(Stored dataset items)

====

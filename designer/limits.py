"""Plan, limits and aim out of the raw record; limits that no plan can meet, with the least change."""

from __future__ import annotations

from collections.abc import Sequence
from math import ceil, floor

from designer import units
from designer.noting import Notes, near
from designer.records import Aim, Candidate, Limits, PlanSize, Reading, Vessel
from designer.studyfile import Entry

TIMES = ("first_sample", "spacing", "longest_run", "setup_per_run", "booked")
NOTHING = Entry("", {})


def time_unit(notes: Notes) -> str:
    """The unit in which times are written: that of the first sample, the spacing or the longest run."""
    table = notes.raw.root.get("limits") or NOTHING
    for key in ("first_sample", "spacing", "longest_run"):
        entry = table.get(key)
        if entry is not None and isinstance(entry.value, str):
            try:
                found = units.read(entry.value)
            except units.UnitError:
                continue
            if found.dimension == units.TIME:
                return found.unit
    return "min"


def limits(notes: Notes) -> Limits:
    """Ceilings of the file, times in s."""
    table = notes.raw.root.get("limits")
    if table is None:
        advice = 'Add [limits] with at least longest_run = "3 h"'
        notes.missing(notes.raw.root, "limits", "no limits: a run must end some time", advice)
        return Limits()
    if table.get("longest_run") is None:
        notes.missing(
            table, "longest_run", "no longest run: a run must end some time", 'Add longest_run = "3 h"'
        )
    zero = ("first_sample", "spacing", "setup_per_run")
    times = {key: notes.positive(table.get(key), units.TIME, zero=key in zero) or 0.0 for key in TIMES}
    counts = {key: table.value.get(key) for key in ("runs", "samples_per_run", "samples_total")}
    booked = times.pop("booked") or None
    first, spacing, longest, setup = times.values()
    return Limits(
        counts["runs"],
        counts["samples_per_run"],
        counts["samples_total"],
        first,
        spacing,
        longest,
        setup,
        booked,
    )


def plan(notes: Notes, bounds: Limits, readings: Sequence[Reading]) -> PlanSize:
    """Runs and samples to fill; samples of a continuous signal follow from the longest run."""
    table = notes.raw.root.get("plan")
    if table is None:
        notes.missing(notes.raw.root, "plan", "no plan to fill", "Add [plan] with runs and samples")
        return PlanSize(1, 1)
    if table.get("runs") is None:
        notes.missing(table, "runs", "the plan does not say how many runs", "Add runs = 3")
    runs, samples = table.value.get("runs"), table.value.get("samples")
    if samples is None:
        samples = recorded(bounds, readings)
        if samples is None:
            notes.missing(
                table, "samples", "the plan does not say how many samples a run has", "Add samples = 4"
            )
    return PlanSize(runs or 1, samples or 1, bool(table.value.get("assay_at_start", False)))


def recorded(bounds: Limits, readings: Sequence[Reading]) -> int | None:
    """Readings of a continuous signal that fit the longest run; None where a signal is sampled.

    Readings nearer than twice the memory are thinned away.
    """
    gaps = [max(r.every, 2 * (r.memory or 0.0)) for r in readings if r.every is not None]
    if not readings or len(gaps) < len(readings) or not bounds.longest_run:
        return None
    return max(1, floor((bounds.longest_run - bounds.first_sample) / max(gaps) + 1e-9) + 1)


def aim(notes: Notes, listed: Sequence[Candidate]) -> Aim:
    """When the study has done its work; precisions name constants of the candidates."""
    table = notes.raw.root.get("aim")
    if table is None:
        return Aim()
    tables = notes.raw.root.get("candidates")
    written = [key for table in (tables.each() if tables else ()) for key, _ in table.items()]
    names = [constant.name for candidate in listed for constant in candidate.constants]
    precision = []
    for name, entry in (table.get("precision") or NOTHING).items():
        if name not in names and name in written:
            continue  # its candidate has been reported
        if listed and name not in names:
            notes.problem(entry.where, f"'{name}' is no constant of a candidate", advice=near(name, names))
            continue
        share = notes.share(entry)
        if share == 0:
            notes.problem(entry.where, "out of range", f"{entry.value}", "a share above 0")
        if share:
            precision.append((name, share))
    return Aim(
        notes.chance(table.get("probability"), Aim.probability),
        notes.chance(table.get("chance"), Aim.chance),
        tuple(precision),
        notes.chance(table.get("weight_on_law"), Aim.weight_on_law, ends=True),
    )


def feasible(notes: Notes, size: PlanSize, bounds: Limits, vessel: Vessel, unit: str) -> None:
    """Note every limit that the plan cannot meet, with the least change that would do."""
    if any(notes.lost(name) for name in ("plan", "limits")) or notes.problems_in("plan", "limits"):
        return
    _counts(notes, size, bounds)
    shortest = _times(notes, size, bounds, unit)
    _booking(notes, size, bounds, shortest, unit)
    if (
        vessel.volume is not None
        and vessel.sample is not None
        and size.samples * vessel.sample > vessel.volume
    ):
        taken, there = units.show(size.samples * vessel.sample, "mL"), units.show(vessel.volume, "mL")
        advice = f"Take at most {floor(vessel.volume / vessel.sample)} samples, or smaller ones"
        notes.problem(
            "vessel", "the samples of a run use up more than there is", taken, f"at most {there}", advice
        )


def _counts(notes: Notes, size: PlanSize, bounds: Limits) -> None:
    pairs = (
        ("plan.runs", size.runs, "limits.runs", bounds.runs),
        ("plan.samples", size.samples, "limits.samples_per_run", bounds.samples_per_run),
        ("plan", size.runs * size.samples, "limits.samples_total", bounds.samples_total),
    )
    for where, count, ceiling, most in pairs:
        if most is not None and count > most:
            advice = f"Lower {where} or raise {ceiling} to {count}"
            if where == "plan":
                fits = most // size.runs
                advice = f"Raise {ceiling} to {count}" + (f", or plan {fits} samples a run" if fits else "")
            notes.problem(where, f"more than {ceiling} allows", f"{count}", f"at most {most}", advice)


def _times(notes: Notes, size: PlanSize, bounds: Limits, unit: str) -> float:
    """Length of the shortest run that holds the samples, s."""
    after_start = size.samples - size.assay_at_start
    shortest = bounds.first_sample + max(0, after_start - 1) * bounds.spacing if after_start else 0.0
    if shortest <= bounds.longest_run * (1 + 1e-12):
        return shortest
    longest = units.show(bounds.longest_run, unit)
    if bounds.first_sample > bounds.longest_run:
        first = units.show(bounds.first_sample, unit)
        advice = f"Let the longest run be at least {first}, or sample earlier"
        notes.problem(
            "limits.first_sample", "later than the longest run allows", first, f"at most {longest}", advice
        )
        return shortest
    fits = floor((bounds.longest_run - bounds.first_sample) / bounds.spacing + 1e-9) + 1 + size.assay_at_start
    advice = f"Let the longest run be {units.show(shortest, unit)}, or take at most {fits} samples in a run"
    message = f"{size.samples} samples do not fit into the longest run"
    notes.problem("limits.longest_run", message, longest, f"at least {units.show(shortest, unit)}", advice)
    return shortest


def _booking(notes: Notes, size: PlanSize, bounds: Limits, shortest: float, unit: str) -> None:
    if bounds.booked is None:
        return
    each = bounds.setup_per_run + shortest
    needed = size.runs * each
    if needed <= bounds.booked * (1 + 1e-12):
        return
    fit = floor(bounds.booked / each + 1e-9)
    show = "h" if bounds.booked >= 3600 else unit
    book = ceil(units.convert(needed, show) * 100 - 1e-9) / 100
    advice = f"Book {book:g} {show}" + (f", or plan at most {fit} runs" if fit else "")
    message = f"{size.runs} runs with their setting up need more time than is booked"
    found = f"{units.show(bounds.booked, show)} booked"
    notes.problem("limits.booked", message, found, f"at least {book:g} {show}", advice)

====

After the last line of the data, restate all the entries verbatim.

filename designer/limits.py
"""Plan, limits and aim out of the raw record; limits that no plan can meet, with the least change."""

from __future__ import annotations

from collections.abc import Sequence
from math import ceil, floor

from designer import units
from designer.noting import Notes, near
from designer.records import Aim, Candidate, Limits, PlanSize, Reading, Vessel
from designer.studyfile import Entry

TIMES = ("first_sample", "spacing", "longest_run", "setup_per_run", "booked")
NOTHING = Entry("", {})


def time_unit(notes: Notes) -> str:
    """The unit in which times are written: that of the first sample, the spacing or the longest run."""
    table = notes.raw.root.get("limits") or NOTHING
    for key in ("first_sample", "spacing", "longest_run"):
        entry = table.get(key)
        if entry is not None and isinstance(entry.value, str):
            try:
                found = units.read(entry.value)
            except units.UnitError:
                continue
            if found.dimension == units.TIME:
                return found.unit
    return "min"


def limits(notes: Notes) -> Limits:
    """Ceilings of the file, times in s."""
    table = notes.raw.root.get("limits")
    if table is None:
        advice = 'Add [limits] with at least longest_run = "3 h"'
        notes.missing(notes.raw.root, "limits", "no limits: a run must end some time", advice)
        return Limits()
    if table.get("longest_run") is None:
        notes.missing(
            table, "longest_run", "no longest run: a run must end some time", 'Add longest_run = "3 h"'
        )
    zero = ("first_sample", "spacing", "setup_per_run")
    times = {key: notes.positive(table.get(key), units.TIME, zero=key in zero) or 0.0 for key in TIMES}
    counts = {key: table.value.get(key) for key in ("runs", "samples_per_run", "samples_total")}
    booked = times.pop("booked") or None
    first, spacing, longest, setup = times.values()
    return Limits(
        counts["runs"],
        counts["samples_per_run"],
        counts["samples_total"],
        first,
        spacing,
        longest,
        setup,
        booked,
    )


def plan(notes: Notes, bounds: Limits, readings: Sequence[Reading]) -> PlanSize:
    """Runs and samples to fill; samples of a continuous signal follow from the longest run."""
    table = notes.raw.root.get("plan")
    if table is None:
        notes.missing(notes.raw.root, "plan", "no plan to fill", "Add [plan] with runs and samples")
        return PlanSize(1, 1)
    if table.get("runs") is None:
        notes.missing(table, "runs", "the plan does not say how many runs", "Add runs = 3")
    runs, samples = table.value.get("runs"), table.value.get("samples")
    if samples is None:
        samples = recorded(bounds, readings)
        if samples is None:
            notes.missing(
                table, "samples", "the plan does not say how many samples a run has", "Add samples = 4"
            )
    return PlanSize(runs or 1, samples or 1, bool(table.value.get("assay_at_start", False)))


def recorded(bounds: Limits, readings: Sequence[Reading]) -> int | None:
    """Readings of a continuous signal that fit the longest run; None where a signal is sampled.

    Readings nearer than twice the memory are thinned away.
    """
    gaps = [max(r.every, 2 * (r.memory or 0.0)) for r in readings if r.every is not None]
    if not readings or len(gaps) < len(readings) or not bounds.longest_run:
        return None
    return max(1, floor((bounds.longest_run - bounds.first_sample) / max(gaps) + 1e-9) + 1)


def aim(notes: Notes, listed: Sequence[Candidate]) -> Aim:
    """When the study has done its work; precisions name constants of the candidates."""
    table = notes.raw.root.get("aim")
    if table is None:
        return Aim()
    tables = notes.raw.root.get("candidates")
    written = [key for table in (tables.each() if tables else ()) for key, _ in table.items()]
    names = [constant.name for candidate in listed for constant in candidate.constants]
    precision = []
    for name, entry in (table.get("precision") or NOTHING).items():
        if name not in names and name in written:
            continue  # its candidate has been reported
        if listed and name not in names:
            notes.problem(entry.where, f"'{name}' is no constant of a candidate", advice=near(name, names))
            continue
        share = notes.share(entry)
        if share == 0:
            notes.problem(entry.where, "out of range", f"{entry.value}", "a share above 0")
        if share:
            precision.append((name, share))
    return Aim(
        notes.chance(table.get("probability"), Aim.probability),
        notes.chance(table.get("chance"), Aim.chance),
        tuple(precision),
        notes.chance(table.get("weight_on_law"), Aim.weight_on_law, ends=True),
    )


def feasible(notes: Notes, size: PlanSize, bounds: Limits, vessel: Vessel, unit: str) -> None:
    """Note every limit that the plan cannot meet, with the least change that would do."""
    if any(notes.lost(name) for name in ("plan", "limits")) or notes.problems_in("plan", "limits"):
        return
    _counts(notes, size, bounds)
    shortest = _times(notes, size, bounds, unit)
    _booking(notes, size, bounds, shortest, unit)
    if (
        vessel.volume is not None
        and vessel.sample is not None
        and size.samples * vessel.sample > vessel.volume
    ):
        taken, there = units.show(size.samples * vessel.sample, "mL"), units.show(vessel.volume, "mL")
        advice = f"Take at most {floor(vessel.volume / vessel.sample)} samples, or smaller ones"
        notes.problem(
            "vessel", "the samples of a run use up more than there is", taken, f"at most {there}", advice
        )


def _counts(notes: Notes, size: PlanSize, bounds: Limits) -> None:
    pairs = (
        ("plan.runs", size.runs, "limits.runs", bounds.runs),
        ("plan.samples", size.samples, "limits.samples_per_run", bounds.samples_per_run),
        ("plan", size.runs * size.samples, "limits.samples_total", bounds.samples_total),
    )
    for where, count, ceiling, most in pairs:
        if most is not None and count > most:
            advice = f"Lower {where} or raise {ceiling} to {count}"
            if where == "plan":
                fits = most // size.runs
                advice = f"Raise {ceiling} to {count}" + (f", or plan {fits} samples a run" if fits else "")
            notes.problem(where, f"more than {ceiling} allows", f"{count}", f"at most {most}", advice)


def _times(notes: Notes, size: PlanSize, bounds: Limits, unit: str) -> float:
    """Length of the shortest run that holds the samples, s."""
    after_start = size.samples - size.assay_at_start
    shortest = bounds.first_sample + max(0, after_start - 1) * bounds.spacing if after_start else 0.0
    if shortest <= bounds.longest_run * (1 + 1e-12):
        return shortest
    longest = units.show(bounds.longest_run, unit)
    if bounds.first_sample > bounds.longest_run:
        first = units.show(bounds.first_sample, unit)
        advice = f"Let the longest run be at least {first}, or sample earlier"
        notes.problem(
            "limits.first_sample", "later than the longest run allows", first, f"at most {longest}", advice
        )
        return shortest
    fits = floor((bounds.longest_run - bounds.first_sample) / bounds.spacing + 1e-9) + 1 + size.assay_at_start
    advice = f"Let the longest run be {units.show(shortest, unit)}, or take at most {fits} samples in a run"
    message = f"{size.samples} samples do not fit into the longest run"
    notes.problem("limits.longest_run", message, longest, f"at least {units.show(shortest, unit)}", advice)
    return shortest


def _booking(notes: Notes, size: PlanSize, bounds: Limits, shortest: float, unit: str) -> None:
    if bounds.booked is None:
        return
    each = bounds.setup_per_run + shortest
    needed = size.runs * each
    if needed <= bounds.booked * (1 + 1e-12):
        return
    fit = floor(bounds.booked / each + 1e-9)
    show = "h" if bounds.booked >= 3600 else unit
    book = ceil(units.convert(needed, show) * 100 - 1e-9) / 100
    advice = f"Book {book:g} {show}" + (f", or plan at most {fit} runs" if fit else "")
    message = f"{size.runs} runs with their setting up need more time than is booked"
    found = f"{units.show(bounds.booked, show)} booked"
    notes.problem("limits.booked", message, found, f"at least {book:g} {show}", advice)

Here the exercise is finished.